Exercise materials section start
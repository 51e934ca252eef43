/** Tells a team's webhooks how a job ended, in the transaction that ends it. A cancelled job is its canceller's news. */
import type { Job } from '@db/models/jobs.ts';
import type { WebhookKind } from '@/domain/webhooks/webhook-kinds.ts';
import { queueWebhook } from '../webhooks/queue-webhook.ts';

const kinds: Partial<Record<Job['state'], WebhookKind>> = {
  done: 'job_finished',
  stopped_at_cap: 'job_stopped_at_cap',
  failed: 'job_failed',
};

export async function queueJobWebhook(job: Job): Promise<void> {
  const kind = kinds[job.state];
  if (!kind) return;
  const { id, name, state, replicatesPlanned, replicatesDone, events, chargedMicrocredits, finishedAt } = job;
  await queueWebhook({
    teamId: job.teamId,
    kind,
    // An extended job ends again.
    occasion: `job:${id}:${job.archiveRevision}:${finishedAt}`,
    data: { job: { id, name, state, replicatesPlanned, replicatesDone, events, chargedMicrocredits, finishedAt } },
  });
}
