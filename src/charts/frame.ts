/** What all figures share: the frame of titled axes, quiet rules, and labels that stand beside what they name. */
import type { EChartsOption } from 'echarts';
import { numberText } from './number-text.ts';
import type { ChartTheme } from './palette.ts';

export interface Point {
  x: number;
  y: number;
}

/** A word beside a curve or band, at data coordinates. */
export interface DirectLabel extends Point {
  text: string;
  color: string;
}

export interface AxisText {
  /** With its unit: "time, h". */
  title: string;
  min?: number;
  max?: number;
}

/** Room to the right of the plot for direct labels, in pixels. */
const labelRoom = 96;

/** Grid, axes and tooltip; `series` are put in by each figure. Animation is off: a figure is read, not watched. */
export function frame(theme: ChartTheme, axes: { x: AxisText; y: AxisText; labels: boolean }): EChartsOption {
  const text = { color: theme.soft, fontFamily: theme.fontFamily, fontSize: 12 };
  const axisLabel = { ...text, formatter: (value: number) => numberText(value, 6), hideOverlap: true };
  return {
    animation: false,
    backgroundColor: 'transparent',
    textStyle: { fontFamily: theme.fontFamily, color: theme.ink },
    grid: { left: 8, right: axes.labels ? labelRoom : 16, top: 34, bottom: 30, containLabel: true },
    xAxis: {
      type: 'value',
      name: axes.x.title,
      nameLocation: 'middle',
      nameGap: 28,
      nameTextStyle: text,
      min: axes.x.min,
      max: axes.x.max,
      axisLine: { lineStyle: { color: theme.soft } },
      axisTick: { lineStyle: { color: theme.soft } },
      axisLabel,
      splitLine: { show: false },
    },
    yAxis: {
      type: 'value',
      name: axes.y.title,
      nameLocation: 'end',
      nameGap: 14,
      nameTextStyle: { ...text, align: 'left', padding: [0, 0, 0, -8] },
      min: axes.y.min,
      max: axes.y.max,
      axisLine: { show: false },
      axisTick: { show: false },
      axisLabel,
      splitLine: { lineStyle: { color: theme.rule } },
    },
    tooltip: {
      trigger: 'axis',
      // Drawn on the canvas: a box of HTML would need inline styles, which our security policy forbids.
      renderMode: 'richText',
      backgroundColor: theme.panel,
      borderColor: theme.rule,
      textStyle: { color: theme.ink, fontFamily: theme.fontFamily, fontSize: 12 },
      axisPointer: { type: 'line', lineStyle: { color: theme.soft, type: 'dashed' } },
      confine: true,
    },
  };
}

/** Words at the right end of curves, moved apart where they would cover each other. */
export function labelSeries(labels: DirectLabel[], theme: ChartTheme): object {
  return {
    type: 'scatter',
    name: 'labels',
    silent: true,
    symbolSize: 0.01,
    itemStyle: { opacity: 1 },
    tooltip: { show: false },
    clip: false,
    z: 10,
    labelLayout: stackedDown(),
    data: [...labels]
      .sort((one, other) => other.y - one.y)
      .map(({ x, y, text, color }) => ({
        value: [x, y],
        label: {
          show: true,
          position: 'right',
          distance: 6,
          formatter: () => text,
          color,
          fontFamily: theme.fontFamily,
          fontSize: 12,
          fontWeight: 600,
        },
      })),
  };
}

/** From the top down, each label is moved below the one above it where they would overlap. */
function stackedDown() {
  let bottomPx = -Infinity;
  return ({ dataIndex, labelRect }: { dataIndex: number; labelRect: { y: number; height: number } }) => {
    if (dataIndex === 0) bottomPx = -Infinity;
    const dy = Math.max(0, bottomPx + 2 - labelRect.y);
    bottomPx = labelRect.y + dy + labelRect.height;
    return { dy };
  };
}

interface CoordinateApi {
  coord(value: number[]): number[];
}

/** The area between two curves over the same x, as one polygon. */
export function bandSeries(band: {
  name: string;
  xs: readonly number[];
  low: readonly number[];
  high: readonly number[];
  color: string;
  opacity: number;
}): object {
  const { xs, low, high } = band;
  return {
    type: 'custom',
    name: band.name,
    silent: true,
    clip: true,
    z: 1,
    encode: { x: 0, y: [1, 2], tooltip: [] },
    data: xs.map((x, index) => [x, low[index], high[index]]),
    tooltip: { show: false },
    renderItem: (parameters: { dataIndexInside: number }, api: CoordinateApi) => {
      // One polygon for the whole band, drawn with its first point.
      if (parameters.dataIndexInside !== 0) return null;
      const upper = xs.map((x, index) => api.coord([x, high[index]!]));
      const lower = xs.map((x, index) => api.coord([x, low[index]!])).reverse();
      return {
        type: 'polygon',
        shape: { points: [...upper, ...lower] },
        style: { fill: band.color, opacity: band.opacity },
      };
    },
  };
}

/** "time, h" with the model's own word for its unit. */
export const timeTitle = (timeUnit: string | undefined): string =>
  timeUnit === undefined || timeUnit === '' ? "time, in the model's unit" : `time, ${timeUnit}`;
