/** How much work is waiting or running, in worker seconds by lane. */
import { Op } from 'sequelize';
import { Job } from '@db/models/jobs.ts';
import type { QueueLoad } from '@/domain/jobs/quote-estimate.ts';

export async function queueLoad(): Promise<QueueLoad> {
  const open = await Job.findAll({
    where: { state: { [Op.in]: ['queued', 'running'] }, ending: null },
    attributes: ['lane', 'replicatesPlanned', 'replicatesDone', 'secondsPerReplicate'],
  });
  const load: QueueLoad = { express: 0, steady: 0, overnight: 0 };
  for (const { lane, replicatesPlanned, replicatesDone, secondsPerReplicate } of open)
    load[lane] += (replicatesPlanned - replicatesDone) * secondsPerReplicate;
  return load;
}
Exercise materials section end
## [Task objective]
Show each line of the records above containing "splitLine".

## [Response area]
      splitLine: { show: false },
      splitLine: { lineStyle: { color: theme.rule } },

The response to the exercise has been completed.